▶ _TO DO_: Every record shown here needs to be repeated exactly.

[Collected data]
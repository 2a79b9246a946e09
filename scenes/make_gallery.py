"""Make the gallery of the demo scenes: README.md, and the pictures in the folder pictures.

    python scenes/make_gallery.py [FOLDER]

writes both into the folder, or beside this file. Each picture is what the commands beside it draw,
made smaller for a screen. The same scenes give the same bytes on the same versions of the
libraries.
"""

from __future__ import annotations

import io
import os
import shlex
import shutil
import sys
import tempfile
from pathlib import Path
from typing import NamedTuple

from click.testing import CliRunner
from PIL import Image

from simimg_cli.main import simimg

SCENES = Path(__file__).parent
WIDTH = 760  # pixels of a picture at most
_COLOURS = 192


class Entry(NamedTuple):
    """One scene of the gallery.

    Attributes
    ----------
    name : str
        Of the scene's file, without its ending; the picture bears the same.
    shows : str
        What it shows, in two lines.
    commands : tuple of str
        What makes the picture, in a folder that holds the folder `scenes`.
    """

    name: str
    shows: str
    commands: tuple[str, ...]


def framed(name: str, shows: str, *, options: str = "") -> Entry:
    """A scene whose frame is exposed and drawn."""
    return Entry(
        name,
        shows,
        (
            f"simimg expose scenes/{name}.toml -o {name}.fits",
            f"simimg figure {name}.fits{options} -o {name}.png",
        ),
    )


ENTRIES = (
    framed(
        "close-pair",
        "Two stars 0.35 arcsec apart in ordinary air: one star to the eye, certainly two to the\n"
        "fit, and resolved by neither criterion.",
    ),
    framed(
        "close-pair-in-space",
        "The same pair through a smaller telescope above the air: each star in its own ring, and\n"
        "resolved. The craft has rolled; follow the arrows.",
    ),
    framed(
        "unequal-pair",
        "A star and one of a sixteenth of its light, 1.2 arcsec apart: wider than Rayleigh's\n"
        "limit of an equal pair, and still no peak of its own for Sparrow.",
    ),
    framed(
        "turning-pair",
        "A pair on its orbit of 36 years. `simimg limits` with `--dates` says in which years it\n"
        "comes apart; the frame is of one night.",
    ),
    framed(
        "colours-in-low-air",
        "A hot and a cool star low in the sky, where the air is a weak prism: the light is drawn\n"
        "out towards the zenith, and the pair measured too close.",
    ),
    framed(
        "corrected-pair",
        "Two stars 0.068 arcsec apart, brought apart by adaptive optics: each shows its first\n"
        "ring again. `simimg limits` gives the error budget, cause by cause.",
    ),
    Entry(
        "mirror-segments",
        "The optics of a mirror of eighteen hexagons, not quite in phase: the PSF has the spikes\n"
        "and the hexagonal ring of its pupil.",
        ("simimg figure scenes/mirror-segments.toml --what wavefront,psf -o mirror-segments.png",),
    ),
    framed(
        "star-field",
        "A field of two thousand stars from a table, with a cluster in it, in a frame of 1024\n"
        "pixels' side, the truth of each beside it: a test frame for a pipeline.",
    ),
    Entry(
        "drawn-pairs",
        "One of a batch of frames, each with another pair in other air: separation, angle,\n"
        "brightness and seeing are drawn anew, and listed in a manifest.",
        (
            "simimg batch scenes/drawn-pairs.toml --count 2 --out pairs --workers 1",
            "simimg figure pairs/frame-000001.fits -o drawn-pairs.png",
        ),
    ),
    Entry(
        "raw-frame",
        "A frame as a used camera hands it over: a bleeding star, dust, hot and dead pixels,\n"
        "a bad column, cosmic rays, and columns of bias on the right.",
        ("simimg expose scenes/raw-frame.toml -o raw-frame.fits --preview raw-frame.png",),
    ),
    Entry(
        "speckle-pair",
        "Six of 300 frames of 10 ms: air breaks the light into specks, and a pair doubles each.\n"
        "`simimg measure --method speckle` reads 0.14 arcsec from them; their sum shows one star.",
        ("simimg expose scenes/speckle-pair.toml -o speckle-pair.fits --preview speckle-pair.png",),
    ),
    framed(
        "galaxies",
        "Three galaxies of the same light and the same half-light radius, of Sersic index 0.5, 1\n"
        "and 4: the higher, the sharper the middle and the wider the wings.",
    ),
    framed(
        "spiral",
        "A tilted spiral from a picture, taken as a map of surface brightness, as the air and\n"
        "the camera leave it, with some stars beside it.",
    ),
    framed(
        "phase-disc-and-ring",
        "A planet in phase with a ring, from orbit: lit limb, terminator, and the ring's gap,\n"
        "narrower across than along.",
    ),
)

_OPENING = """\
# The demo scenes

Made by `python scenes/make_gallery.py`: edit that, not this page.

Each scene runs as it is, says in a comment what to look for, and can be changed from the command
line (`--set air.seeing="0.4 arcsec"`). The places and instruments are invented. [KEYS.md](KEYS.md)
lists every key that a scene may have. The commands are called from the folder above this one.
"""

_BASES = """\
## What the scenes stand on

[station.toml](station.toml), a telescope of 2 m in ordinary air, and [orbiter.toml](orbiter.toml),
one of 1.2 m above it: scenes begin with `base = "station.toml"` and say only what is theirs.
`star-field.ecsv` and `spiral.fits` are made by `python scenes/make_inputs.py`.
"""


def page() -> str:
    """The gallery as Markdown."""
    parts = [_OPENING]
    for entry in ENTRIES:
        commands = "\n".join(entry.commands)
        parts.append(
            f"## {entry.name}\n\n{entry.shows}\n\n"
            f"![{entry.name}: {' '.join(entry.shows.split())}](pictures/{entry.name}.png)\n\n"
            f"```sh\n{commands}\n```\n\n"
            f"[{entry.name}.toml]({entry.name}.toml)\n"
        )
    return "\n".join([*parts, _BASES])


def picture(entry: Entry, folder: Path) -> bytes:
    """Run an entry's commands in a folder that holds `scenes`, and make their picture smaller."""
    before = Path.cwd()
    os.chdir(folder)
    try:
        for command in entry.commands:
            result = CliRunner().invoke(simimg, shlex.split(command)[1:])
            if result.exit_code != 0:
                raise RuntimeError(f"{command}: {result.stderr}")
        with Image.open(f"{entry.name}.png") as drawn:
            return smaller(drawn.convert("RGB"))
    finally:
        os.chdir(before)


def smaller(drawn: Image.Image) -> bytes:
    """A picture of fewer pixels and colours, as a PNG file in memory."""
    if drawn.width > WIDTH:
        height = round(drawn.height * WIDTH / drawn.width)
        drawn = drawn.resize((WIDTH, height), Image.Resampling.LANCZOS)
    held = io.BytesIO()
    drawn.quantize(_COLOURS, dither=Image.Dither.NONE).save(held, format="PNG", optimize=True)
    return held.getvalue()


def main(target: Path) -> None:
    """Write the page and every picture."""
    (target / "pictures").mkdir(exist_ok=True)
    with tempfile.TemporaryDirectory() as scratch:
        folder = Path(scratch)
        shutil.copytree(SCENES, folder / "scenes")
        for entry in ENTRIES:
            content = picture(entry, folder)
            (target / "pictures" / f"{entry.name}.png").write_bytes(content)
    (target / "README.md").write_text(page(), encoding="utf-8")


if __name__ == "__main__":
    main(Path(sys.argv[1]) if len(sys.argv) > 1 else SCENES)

▶ _OUTPUT_:
repository 2a79b9246a946e09
filename scenes/make_gallery.py
"""Make the gallery of the demo scenes: README.md, and the pictures in the folder pictures.

    python scenes/make_gallery.py [FOLDER]

writes both into the folder, or beside this file. Each picture is what the commands beside it draw,
made smaller for a screen. The same scenes give the same bytes on the same versions of the
libraries.
"""

from __future__ import annotations

import io
import os
import shlex
import shutil
import sys
import tempfile
from pathlib import Path
from typing import NamedTuple

from click.testing import CliRunner
from PIL import Image

from simimg_cli.main import simimg

SCENES = Path(__file__).parent
WIDTH = 760  # pixels of a picture at most
_COLOURS = 192


class Entry(NamedTuple):
    """One scene of the gallery.

    Attributes
    ----------
    name : str
        Of the scene's file, without its ending; the picture bears the same.
    shows : str
        What it shows, in two lines.
    commands : tuple of str
        What makes the picture, in a folder that holds the folder `scenes`.
    """

    name: str
    shows: str
    commands: tuple[str, ...]


def framed(name: str, shows: str, *, options: str = "") -> Entry:
    """A scene whose frame is exposed and drawn."""
    return Entry(
        name,
        shows,
        (
            f"simimg expose scenes/{name}.toml -o {name}.fits",
            f"simimg figure {name}.fits{options} -o {name}.png",
        ),
    )


ENTRIES = (
    framed(
        "close-pair",
        "Two stars 0.35 arcsec apart in ordinary air: one star to the eye, certainly two to the\n"
        "fit, and resolved by neither criterion.",
    ),
    framed(
        "close-pair-in-space",
        "The same pair through a smaller telescope above the air: each star in its own ring, and\n"
        "resolved. The craft has rolled; follow the arrows.",
    ),
    framed(
        "unequal-pair",
        "A star and one of a sixteenth of its light, 1.2 arcsec apart: wider than Rayleigh's\n"
        "limit of an equal pair, and still no peak of its own for Sparrow.",
    ),
    framed(
        "turning-pair",
        "A pair on its orbit of 36 years. `simimg limits` with `--dates` says in which years it\n"
        "comes apart; the frame is of one night.",
    ),
    framed(
        "colours-in-low-air",
        "A hot and a cool star low in the sky, where the air is a weak prism: the light is drawn\n"
        "out towards the zenith, and the pair measured too close.",
    ),
    framed(
        "corrected-pair",
        "Two stars 0.068 arcsec apart, brought apart by adaptive optics: each shows its first\n"
        "ring again. `simimg limits` gives the error budget, cause by cause.",
    ),
    Entry(
        "mirror-segments",
        "The optics of a mirror of eighteen hexagons, not quite in phase: the PSF has the spikes\n"
        "and the hexagonal ring of its pupil.",
        ("simimg figure scenes/mirror-segments.toml --what wavefront,psf -o mirror-segments.png",),
    ),
    framed(
        "star-field",
        "A field of two thousand stars from a table, with a cluster in it, in a frame of 1024\n"
        "pixels' side, the truth of each beside it: a test frame for a pipeline.",
    ),
    Entry(
        "drawn-pairs",
        "One of a batch of frames, each with another pair in other air: separation, angle,\n"
        "brightness and seeing are drawn anew, and listed in a manifest.",
        (
            "simimg batch scenes/drawn-pairs.toml --count 2 --out pairs --workers 1",
            "simimg figure pairs/frame-000001.fits -o drawn-pairs.png",
        ),
    ),
    Entry(
        "raw-frame",
        "A frame as a used camera hands it over: a bleeding star, dust, hot and dead pixels,\n"
        "a bad column, cosmic rays, and columns of bias on the right.",
        ("simimg expose scenes/raw-frame.toml -o raw-frame.fits --preview raw-frame.png",),
    ),
    Entry(
        "speckle-pair",
        "Six of 300 frames of 10 ms: air breaks the light into specks, and a pair doubles each.\n"
        "`simimg measure --method speckle` reads 0.14 arcsec from them; their sum shows one star.",
        ("simimg expose scenes/speckle-pair.toml -o speckle-pair.fits --preview speckle-pair.png",),
    ),
    framed(
        "galaxies",
        "Three galaxies of the same light and the same half-light radius, of Sersic index 0.5, 1\n"
        "and 4: the higher, the sharper the middle and the wider the wings.",
    ),
    framed(
        "spiral",
        "A tilted spiral from a picture, taken as a map of surface brightness, as the air and\n"
        "the camera leave it, with some stars beside it.",
    ),
    framed(
        "phase-disc-and-ring",
        "A planet in phase with a ring, from orbit: lit limb, terminator, and the ring's gap,\n"
        "narrower across than along.",
    ),
)

_OPENING = """\
# The demo scenes

Made by `python scenes/make_gallery.py`: edit that, not this page.

Each scene runs as it is, says in a comment what to look for, and can be changed from the command
line (`--set air.seeing="0.4 arcsec"`). The places and instruments are invented. [KEYS.md](KEYS.md)
lists every key that a scene may have. The commands are called from the folder above this one.
"""

_BASES = """\
## What the scenes stand on

[station.toml](station.toml), a telescope of 2 m in ordinary air, and [orbiter.toml](orbiter.toml),
one of 1.2 m above it: scenes begin with `base = "station.toml"` and say only what is theirs.
`star-field.ecsv` and `spiral.fits` are made by `python scenes/make_inputs.py`.
"""


def page() -> str:
    """The gallery as Markdown."""
    parts = [_OPENING]
    for entry in ENTRIES:
        commands = "\n".join(entry.commands)
        parts.append(
            f"## {entry.name}\n\n{entry.shows}\n\n"
            f"![{entry.name}: {' '.join(entry.shows.split())}](pictures/{entry.name}.png)\n\n"
            f"```sh\n{commands}\n```\n\n"
            f"[{entry.name}.toml]({entry.name}.toml)\n"
        )
    return "\n".join([*parts, _BASES])


def picture(entry: Entry, folder: Path) -> bytes:
    """Run an entry's commands in a folder that holds `scenes`, and make their picture smaller."""
    before = Path.cwd()
    os.chdir(folder)
    try:
        for command in entry.commands:
            result = CliRunner().invoke(simimg, shlex.split(command)[1:])
            if result.exit_code != 0:
                raise RuntimeError(f"{command}: {result.stderr}")
        with Image.open(f"{entry.name}.png") as drawn:
            return smaller(drawn.convert("RGB"))
    finally:
        os.chdir(before)


def smaller(drawn: Image.Image) -> bytes:
    """A picture of fewer pixels and colours, as a PNG file in memory."""
    if drawn.width > WIDTH:
        height = round(drawn.height * WIDTH / drawn.width)
        drawn = drawn.resize((WIDTH, height), Image.Resampling.LANCZOS)
    held = io.BytesIO()
    drawn.quantize(_COLOURS, dither=Image.Dither.NONE).save(held, format="PNG", optimize=True)
    return held.getvalue()


def main(target: Path) -> None:
    """Write the page and every picture."""
    (target / "pictures").mkdir(exist_ok=True)
    with tempfile.TemporaryDirectory() as scratch:
        folder = Path(scratch)
        shutil.copytree(SCENES, folder / "scenes")
        for entry in ENTRIES:
            content = picture(entry, folder)
            (target / "pictures" / f"{entry.name}.png").write_bytes(content)
    (target / "README.md").write_text(page(), encoding="utf-8")


if __name__ == "__main__":
    main(Path(sys.argv[1]) if len(sys.argv) > 1 else SCENES)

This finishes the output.